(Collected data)
*** Begin section ***
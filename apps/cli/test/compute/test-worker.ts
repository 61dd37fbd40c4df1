import { parentPort } from 'node:worker_threads';
import { serveTasks } from '../../src/compute/serve-tasks.js';
import { TEST_TASKS } from './test-tasks.js';

if (parentPort !== null) serveTasks(TEST_TASKS, parentPort);
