import { Worker } from 'node:worker_threads';
import { timeFault } from '../engine/faults.js';
import type { CompleteRun } from '../generator-run.js';
import { GRACE_MILLISECONDS, THREAD_STACK_MEGABYTES } from '../limits.js';
import type { RunReply } from '../reply.js';
import { readLines } from './read-lines.js';

const THREAD_HEAP_MEGABYTES = 128;

/**
 * In the sandbox's process: a line of JSON on stdin is a run, a line on stdout its reply; the first line says `ready`. The
 * thread with a stack of its own size is kept from run to run unless it was poisoned. Ends with its parent.
 */
export function serveProcess(script: URL, wasm: WebAssembly.Module): void {
  let thread = startThread(script, wasm);
  const renew = (): void => {
    void thread.terminate();
    thread = startThread(script, wasm);
  };
  const answer = (value: unknown): void => void process.stdout.write(`${JSON.stringify(value)}\n`);
  readLines(process.stdin, (line) => {
    const run = JSON.parse(line) as CompleteRun;
    void runInThread(thread, run).then((reply) => {
      if ('fault' in reply && reply.poisoned) renew();
      answer(reply);
    });
  });
  process.stdin.on('close', () => process.kill(process.pid, 'SIGKILL'));
  answer('ready');
}

function startThread(script: URL, wasm: WebAssembly.Module): Worker {
  const resourceLimits = { stackSizeMb: THREAD_STACK_MEGABYTES, maxOldGenerationSizeMb: THREAD_HEAP_MEGABYTES };
  const thread = new Worker(script, { workerData: { wasm }, env: {}, execArgv: [], stdin: false, resourceLimits });
  // A thread that breaks between runs is found broken by the next one.
  return thread.on('error', () => undefined);
}

/** The reply of the thread; when it ends or overruns its deadline, a fault that poisons it. */
function runInThread(thread: Worker, run: CompleteRun): Promise<RunReply> {
  return new Promise((resolve) => {
    const settle = (reply: RunReply): void => {
      clearTimeout(timer);
      thread.off('message', settle).off('error', crash).off('exit', crash);
      resolve(reply);
    };
    const crash = (error: unknown): void => settle({ fault: crashFault(error), poisoned: true });
    const late = (): void => settle({ fault: timeFault(run.limits), poisoned: true });
    const timer = setTimeout(late, run.limits.milliseconds + GRACE_MILLISECONDS);
    thread.on('message', settle).on('error', crash).on('exit', crash);
    thread.postMessage(run);
  });
}

function crashFault(error: unknown) {
  const message = `expected generate.js to run, but it ended its thread (${String(error)}); build a smaller model`;
  return { code: 'generator-failed', message } as const;
}
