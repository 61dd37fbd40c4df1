import fc from 'fast-check';
import { describe, expect, it } from 'vitest';
import { parseJson } from '../../src/json/parse-json.js';
import { writeJson } from '../../src/json/write-json.js';
import { refusal } from '../support/caught-error.js';

describe('writeJson', () => {
  it('indents by two and keeps rows of numbers on one line', () => {
    const document = {
      schema: 'x',
      matrix: [
        [1, -0],
        [0.5, 1e-7],
      ],
      none: undefined,
      empty: {},
      list: [],
    };
    expect(writeJson(document)).toBe(`{
  "schema": "x",
  "matrix": [
    [1, 0],
    [0.5, 1e-7]
  ],
  "empty": {},
  "list": []
}
`);
  });

  it('writes what parseJson reads back', () => {
    fc.assert(
      fc.property(fc.jsonValue({ noNegativeZero: true } as fc.JsonSharedConstraints), (value) => {
        const text = JSON.stringify(value);
        fc.pre(!text.includes('__proto__'));
        expect(parseJson(writeJson(value))).toEqual(JSON.parse(text));
      }),
    );
  });

  it('refuses NaN, infinities and what is not data', () => {
    expect(refusal(() => writeJson({ a: [{ b: [1, -Infinity] }] }))).toEqual([
      'not-finite',
      '/a/0/b/1',
      'expected a finite number in a document, got -Infinity; write null with a note',
    ]);
    expect(refusal(() => writeJson({ a: () => 1 }))).toEqual([
      'internal',
      '/a',
      'expected plain data in a document, got a function; leave it out',
    ]);
  });
});
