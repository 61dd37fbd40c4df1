export { type Sandbox } from '../pool.js';
export { runGenerator } from './run-generator.js';
export { createSandbox } from './sandbox.js';
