import { mkdtempSync, rmSync } from 'node:fs';
import { tmpdir } from 'node:os';
import { join } from 'node:path';
import { fileURLToPath, pathToFileURL } from 'node:url';
import { ThalwegError } from '@thalweg/core';
import { build } from 'esbuild';
import { afterAll, afterEach, beforeAll, expect, test } from 'vitest';
import { createPool, type Pool, type PoolOptions } from '../../src/compute/pool.js';
import type { TEST_TASKS } from './test-tasks.js';

let folder: string;
let worker: URL;
let pool: Pool<typeof TEST_TASKS> | null = null;

beforeAll(async () => {
  folder = mkdtempSync(join(tmpdir(), 'thalweg-pool-'));
  const outfile = join(folder, 'test-worker.mjs');
  await build({
    entryPoints: [fileURLToPath(new URL('./test-worker.ts', import.meta.url))],
    outfile,
    bundle: true,
    format: 'esm',
    platform: 'node',
    conditions: ['source'],
  });
  worker = pathToFileURL(outfile);
});

afterEach(async () => {
  await pool?.close();
  pool = null;
});

afterAll(() => {
  rmSync(folder, { recursive: true, force: true });
});

function start(options: Partial<PoolOptions> = {}) {
  const signal = new AbortController().signal;
  pool = createPool<typeof TEST_TASKS>({ worker, threads: 2, timeLimit: null, signal, ...options });
  return pool;
}

const done = (result: unknown) => ({ done: true, result });

test.each([1, 2, 5])('results stand in the order of the inputs on %i threads', async (threads) => {
  const inputs = [60, 40, 20, 5, 0].map((milliseconds, x) => ({ x, milliseconds }));
  expect(await start({ threads }).run('slowSquare', inputs)).toEqual([0, 1, 4, 9, 16].map(done));
});

test('the number of tasks done so far reaches the caller', async () => {
  const heard: number[] = [];
  const inputs = [30, 20, 10].map((milliseconds, x) => ({ x, milliseconds }));
  await start({ threads: 1 }).run('slowSquare', inputs, (count) => heard.push(count));
  expect(heard).toEqual([1, 2, 3]);
});

test('no input, no thread, no result', async () => {
  expect(await start().run('square', [])).toEqual([]);
});

test('threads are kept between runs and never exceed the number asked for', async () => {
  const current = start({ threads: 2 });
  const ids = new Set<unknown>();
  for (const inputs of [
    [null, null, null, null],
    [null, null, null],
  ]) {
    for (const outcome of await current.run('threadOf', inputs)) ids.add(outcome.done && outcome.result);
  }
  expect(ids.size).toBeGreaterThan(0);
  expect(ids.size).toBeLessThanOrEqual(2);
});

test.each([1, 2, 3])('of several failures the first in order is thrown on %i threads', async (threads) => {
  const inputs = [
    { message: 'first', milliseconds: 80 },
    { message: 'second', milliseconds: 0 },
    { message: 'third', milliseconds: 40 },
  ];
  const error: unknown = await start({ threads })
    .run('fail', inputs)
    .catch((reason: unknown) => reason);
  expect(error).toBeInstanceOf(ThalwegError);
  expect(error).toMatchObject({
    code: 'not-hermitian',
    message: 'first',
    pointer: '/state',
    details: { residual: 0.5 },
  });
});

test('a fault of a task arrives as an error that is no ThalwegError', async () => {
  const error: unknown = await start()
    .run('crash', [null])
    .catch((reason: unknown) => reason);
  expect(error).toBeInstanceOf(Error);
  expect(error).not.toBeInstanceOf(ThalwegError);
  expect(error).toMatchObject({ message: 'a fault of the task', stack: expect.stringContaining('test-worker') });
});

test('a thread that ends by itself fails its task instead of hanging', async () => {
  await expect(start().run('exit', [null])).rejects.toThrow('a thread ended by itself with exit code 3');
});

test('the pool works on after a failure', async () => {
  const current = start();
  await expect(current.run('crash', [null])).rejects.toThrow('a fault of the task');
  expect(await current.run('square', [3])).toEqual([done(9)]);
});

test('an interrupt ends a task that never looks up', async () => {
  const interruption = new AbortController();
  const running = start({ signal: interruption.signal }).run('spin', [null, null, null]);
  const begin = performance.now();
  setTimeout(() => interruption.abort(), 150);
  await expect(running).rejects.toMatchObject({ code: 'interrupted' });
  expect(performance.now() - begin).toBeLessThan(1000);
});

test('an interrupt before the start keeps every task from starting', async () => {
  await expect(start({ signal: AbortSignal.abort() }).run('spin', [null])).rejects.toMatchObject({
    code: 'interrupted',
  });
});

test('at the time limit a task may return what it has', async () => {
  expect(await start({ timeLimit: 200 }).run('untilTheLimit', [null, null])).toEqual([
    done('best so far'),
    done('best so far'),
  ]);
});

test('a task that ignores the time limit is ended; those after it never start', async () => {
  const current = start({ timeLimit: 50, threads: 1 });
  expect(await current.run('spin', [null, null])).toEqual([{ done: false }, { done: false }]);
});

test('progress of a task reaches the caller', async () => {
  const heard: string[] = [];
  await start({ progress: (text) => heard.push(text) }).run('talk', ['search']);
  expect(heard).toEqual(['search begins']);
});
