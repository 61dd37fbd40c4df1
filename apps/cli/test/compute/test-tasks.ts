import { ThalwegError } from '@thalweg/core';
import type { TaskContext } from '../../src/compute/protocol.js';

/** Tasks for the tests of the pool. */
export const TEST_TASKS = {
  square: (x: number) => x * x,
  /** Later tasks finish first. */
  slowSquare: async ({ x, milliseconds }: { x: number; milliseconds: number }) => {
    await new Promise((resolve) => setTimeout(resolve, milliseconds));
    return x * x;
  },
  fail: async ({ message, milliseconds }: { message: string; milliseconds: number }): Promise<number> => {
    await new Promise((resolve) => setTimeout(resolve, milliseconds));
    throw new ThalwegError('not-hermitian', message, { pointer: '/state', details: { residual: 0.5 } });
  },
  crash: (_: null): number => {
    throw new TypeError('a fault of the task');
  },
  // eslint-disable-next-line no-restricted-syntax -- the death of a thread is what is tested.
  exit: (_: null): never => process.exit(3) as never,
  spin: (_: null): never => {
    for (;;);
  },
  untilTheLimit: (_: null, context: TaskContext) => {
    while (!context.isOutOfTime());
    return 'best so far';
  },
  talk: (name: string, context: TaskContext) => {
    context.progress(`${name} begins`);
    return name;
  },
  threadOf: async (_: null) => (await import('node:worker_threads')).threadId,
};
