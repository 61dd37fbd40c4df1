import { partsOf, type Complex, type Scalar } from './complex.js';
import { fromTriplets, matrix, type Entry, type Matrix, type MatrixLike } from './matrix.js';

/** a + b + …; throws for different shapes. */
export function add(...terms: readonly MatrixLike[]): Matrix {
  const matrices = terms.map(matrix);
  if (matrices.length === 0) throw new TypeError('expected at least one matrix, got none');
  const [rows, columns] = matrices[0].shape;
  for (const { shape } of matrices) requireShape(shape, rows, columns);
  return fromTriplets(
    rows,
    columns,
    matrices.flatMap(({ entries }) => entries),
  );
}

/** a − b. */
export function subtract(a: MatrixLike, b: MatrixLike): Matrix {
  return add(a, scale(-1, b));
}

/** z a, z a number or {re, im}. */
export function scale(z: Scalar, a: MatrixLike): Matrix {
  const { re, im } = partsOf(z);
  const { shape, entries } = matrix(a);
  const scaled = entries.map(([i, j, x, y]): Entry => [i, j, re * x - im * y, re * y + im * x]);
  return fromTriplets(shape[0], shape[1], scaled);
}

/** The matrix product a b …, from left to right. */
export function multiply(...factors: readonly MatrixLike[]): Matrix {
  if (factors.length === 0) throw new TypeError('expected at least one matrix, got none');
  return factors.map(matrix).reduce(product);
}

/** Conjugate transpose a*. */
export function adjoint(a: MatrixLike): Matrix {
  const { shape, entries } = matrix(a);
  return fromTriplets(
    shape[1],
    shape[0],
    entries.map(([i, j, re, im]): Entry => [j, i, re, -im]),
  );
}

/** Transpose without conjugation. */
export function transpose(a: MatrixLike): Matrix {
  const { shape, entries } = matrix(a);
  return fromTriplets(
    shape[1],
    shape[0],
    entries.map(([i, j, re, im]): Entry => [j, i, re, im]),
  );
}

/** a b − b a. */
export function commutator(a: MatrixLike, b: MatrixLike): Matrix {
  return subtract(multiply(a, b), multiply(b, a));
}

/** a b + b a. */
export function anticommutator(a: MatrixLike, b: MatrixLike): Matrix {
  return add(multiply(a, b), multiply(b, a));
}

/** Sum of the diagonal entries. */
export function trace(a: MatrixLike): Complex {
  let re = 0;
  let im = 0;
  for (const [i, j, x, y] of matrix(a).entries) {
    if (i !== j) continue;
    re += x;
    im += y;
  }
  return { re, im };
}

function product(a: Matrix, b: Matrix): Matrix {
  if (a.shape[1] !== b.shape[0]) {
    throw new RangeError(`expected a matrix of ${a.shape[1]} rows as the right factor, got ${b.shape.join(' × ')}`);
  }
  const rowsOfB: Entry[][] = Array.from({ length: b.shape[0] }, () => []);
  for (const entry of b.entries) rowsOfB[entry[0]].push(entry);
  const triplets: Entry[] = [];
  for (const [i, k, x, y] of a.entries) {
    for (const [, j, u, v] of rowsOfB[k]) triplets.push([i, j, x * u - y * v, x * v + y * u]);
  }
  return fromTriplets(a.shape[0], b.shape[1], triplets);
}

function requireShape(shape: readonly [number, number], rows: number, columns: number): void {
  if (shape[0] === rows && shape[1] === columns) return;
  throw new RangeError(`expected a matrix of shape ${rows} × ${columns}, got ${shape.join(' × ')}`);
}
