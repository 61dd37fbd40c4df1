/** Entries [row, column, re, im] of the tensor product of the Pauli matrices that a string of I, X, Y, Z names, first letter = first factor. */
export function pauliEntries(string: string): (readonly [number, number, number, number])[] {
  if (typeof string !== 'string' || !/^[IXYZ]{1,12}$/.test(string)) {
    throw new RangeError(`expected a Pauli string of 1 to 12 letters I, X, Y, Z, got ${JSON.stringify(string)}`);
  }
  const n = 2 ** string.length;
  return Array.from({ length: n }, (_, row) => entryOfRow(string, row));
}

function entryOfRow(string: string, row: number): readonly [number, number, number, number] {
  let column = row;
  let quarterTurns = 0;
  for (let k = 0; k < string.length; k++) {
    const letter = string[k];
    const bit = 1 << (string.length - 1 - k);
    const one = (row & bit) !== 0;
    if (letter === 'X' || letter === 'Y') column ^= bit;
    if (letter === 'Z' && one) quarterTurns += 2;
    // <1|Y|0> = i, <0|Y|1> = −i.
    if (letter === 'Y') quarterTurns += one ? 1 : 3;
  }
  const turn = quarterTurns % 4;
  return [row, column, turn === 0 ? 1 : turn === 2 ? -1 : 0, turn === 1 ? 1 : turn === 3 ? -1 : 0];
}
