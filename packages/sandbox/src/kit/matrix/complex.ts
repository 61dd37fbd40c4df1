import { requireFinite } from '../require.js';

export interface Complex {
  readonly re: number;
  readonly im: number;
}

/** A number, or a complex number as {re, im}. */
export type Scalar = number | Complex;

/** The complex number re + i im. */
export function complex(re: number, im = 0): Complex {
  requireFinite(re, 'the real part');
  requireFinite(im, 'the imaginary part');
  return { re, im };
}

/** Real and imaginary part of a scalar. */
export function partsOf(z: Scalar): Complex {
  return typeof z === 'number' ? complex(z) : complex(z?.re, z?.im);
}
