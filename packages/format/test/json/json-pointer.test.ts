import { expect, it } from 'vitest';
import { jsonPointer } from '../../src/json/json-pointer.js';

it('writes RFC 6901 pointers', () => {
  expect(jsonPointer([])).toBe('');
  expect(jsonPointer(['generator', 'jumps', 0, 'matrix'])).toBe('/generator/jumps/0/matrix');
  expect(jsonPointer(['a/b', 'm~n', '', '~1'])).toBe('/a~1b/m~0n//~01');
});
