import { blockAlgebra } from '@thalweg/core';
import { expect, test } from 'vitest';
import { requireMemory } from '../../src/compute/tasks/require-memory.js';

const GIBIBYTE = 2 ** 30;
const qubits = (n: number) => ({ size: 2 ** n, dimension: 4 ** n });

test('ten qubits fit into a gibibyte, twelve do not fit into ten', () => {
  expect(() => requireMemory(qubits(10), GIBIBYTE)).not.toThrow();
  expect(() => requireMemory(qubits(12), 10 * GIBIBYTE)).toThrow(/fits into the 10 GiB of memory here/);
});

test('a chain needs matrices, though its dimension is small', () => {
  const chain = { size: 4096, dimension: 4096 };
  expect(() => requireMemory(chain, 2 * GIBIBYTE)).toThrow(/algebra dimension 4096 that needs about 2 GiB/);
});

test('what does not fit is refused with both sizes', () => {
  expect(() => requireMemory(blockAlgebra([4]), 12 * 1024)).not.toThrow();
  expect(() => requireMemory(blockAlgebra([4]), 11 * 1024)).toThrow(
    /^expected a model that fits into the 11 KiB of memory here, got one of algebra dimension 16 that needs about 12 KiB; reduce/,
  );
});
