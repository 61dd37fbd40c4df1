import { ThalwegError } from '@thalweg/core';
import { completeRun, type CompleteRun, type GeneratorResult, type GeneratorRun } from '../generator-run.js';
import { readReply } from '../reply.js';
import { processScript } from './process-script.js';
import { GuardedProcess } from './guarded-process.js';

/** Runs generators in processes of its own. */
export interface Sandbox {
  /**
   * Runs a generator as soon as a process is free. Throws `generator-failed` with its message and line, `time-limit`, `too-large` beyond the
   * limits on memory and output, `usage` for a run that cannot be meant, `interrupted` after `close`.
   */
  run(run: GeneratorRun): Promise<GeneratorResult>;
  /** Ends the processes at once, and with them whatever runs. */
  close(): void;
}

/** A sandbox of at most so many processes; they start when there is work, are kept for the next, and end with this program. */
export function createSandbox({ processes = 1 }: { readonly processes?: number } = {}): Sandbox {
  const script = processScript();
  const idle: GuardedProcess[] = [];
  const all = new Set<GuardedProcess>();
  const waiting: (() => void)[] = [];
  let free = processes;
  let closed = false;

  const run = async (request: GeneratorRun): Promise<GeneratorResult> => {
    const complete = completeRun(request);
    if (free > 0) free -= 1;
    else await new Promise<void>((resolve) => waiting.push(resolve));
    try {
      return readReply(await runOnce(complete));
    } catch (error) {
      throw closed ? closedError() : error;
    } finally {
      const next = waiting.shift();
      if (next) next();
      else free += 1;
    }
  };

  const runOnce = async (complete: CompleteRun): Promise<unknown> => {
    if (closed) throw closedError();
    const process = idle.pop() ?? new GuardedProcess(script);
    all.add(process);
    const reply = await process.run(complete);
    if (process.alive) idle.push(process);
    else all.delete(process);
    return reply;
  };

  const close = (): void => {
    closed = true;
    for (const process of all) process.kill();
    all.clear();
  };

  return { run, close };
}

function closedError(): ThalwegError {
  return new ThalwegError('interrupted', 'the sandbox was closed while a generator ran or waited');
}
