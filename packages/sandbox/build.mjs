import { mkdirSync, renameSync, writeFileSync } from 'node:fs';
import { join } from 'node:path';
import { fileURLToPath, pathToFileURL } from 'node:url';
import { build } from 'esbuild';

const folder = fileURLToPath(new URL('.', import.meta.url));
const common = {
  absWorkingDir: folder,
  bundle: true,
  write: false,
  legalComments: 'none',
  logLevel: 'error',
  conditions: ['source'],
};

/** The module that the interpreter loads before a generator; it exports the function `generate`. */
export async function bundleInside() {
  const { outputFiles } = await build({
    ...common,
    entryPoints: ['src/inside/index.ts'],
    format: 'esm',
    target: 'es2023',
    minify: true,
  });
  return outputFiles[0].text;
}

/** The script of the sandbox's process in Node.js, one file with everything inside; also names what went into it. */
export async function bundleProcess() {
  return bundleHost({
    entryPoints: { 'sandbox-process': 'src/node/process.ts' },
    platform: 'node',
    target: 'node20.19',
  });
}

/** The script of the web worker, one file with everything inside. */
async function bundleWorker() {
  return bundleHost({
    entryPoints: { 'sandbox-worker': 'src/browser/worker.ts' },
    platform: 'browser',
    target: 'es2023',
  });
}

async function bundleHost(options) {
  return build({
    ...common,
    ...options,
    outdir: 'dist/bundle',
    format: 'esm',
    minifySyntax: true,
    minifyWhitespace: true,
    loader: { '.wasm': 'binary' },
    define: { SANDBOX_INSIDE: JSON.stringify(await bundleInside()) },
    metafile: true,
  });
}

async function main() {
  mkdirSync(join(folder, 'dist/bundle'), { recursive: true });
  for (const { outputFiles } of [await bundleProcess(), await bundleWorker()]) {
    for (const { path, contents } of outputFiles) {
      const partial = `${path}.${process.pid}.partial`;
      writeFileSync(partial, contents);
      renameSync(partial, path);
    }
  }
}

if (import.meta.url === pathToFileURL(process.argv[1] ?? '').href) {
  try {
    await main();
  } catch (error) {
    if (!Array.isArray(error.errors)) throw error;
    process.exitCode = 1; // esbuild has already said why
  }
}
*** End section ***
» **What is required**
Copy exactly the lines above, starting at the opening line and finishing at the line in which "wasm: WebAssembly.Module): Worker" occurs.

» **Written answer**
filename apps/cli/test/compute/test-worker.ts
repository 61dd37fbd40c4df1
import { parentPort } from 'node:worker_threads';
import { serveTasks } from '../../src/compute/serve-tasks.js';
import { TEST_TASKS } from './test-tasks.js';

if (parentPort !== null) serveTasks(TEST_TASKS, parentPort);
import { Worker } from 'node:worker_threads';
import { timeFault } from '../engine/faults.js';
import type { CompleteRun } from '../generator-run.js';
import { GRACE_MILLISECONDS, THREAD_STACK_MEGABYTES } from '../limits.js';
import type { RunReply } from '../reply.js';
import { readLines } from './read-lines.js';

const THREAD_HEAP_MEGABYTES = 128;

/**
 * In the sandbox's process: a line of JSON on stdin is a run, a line on stdout its reply; the first line says `ready`. The
 * thread with a stack of its own size is kept from run to run unless it was poisoned. Ends with its parent.
 */
export function serveProcess(script: URL, wasm: WebAssembly.Module): void {
  let thread = startThread(script, wasm);
  const renew = (): void => {
    void thread.terminate();
    thread = startThread(script, wasm);
  };
  const answer = (value: unknown): void => void process.stdout.write(`${JSON.stringify(value)}\n`);
  readLines(process.stdin, (line) => {
    const run = JSON.parse(line) as CompleteRun;
    void runInThread(thread, run).then((reply) => {
      if ('fault' in reply && reply.poisoned) renew();
      answer(reply);
    });
  });
  process.stdin.on('close', () => process.kill(process.pid, 'SIGKILL'));
  answer('ready');
}

function startThread(script: URL, wasm: WebAssembly.Module): Worker {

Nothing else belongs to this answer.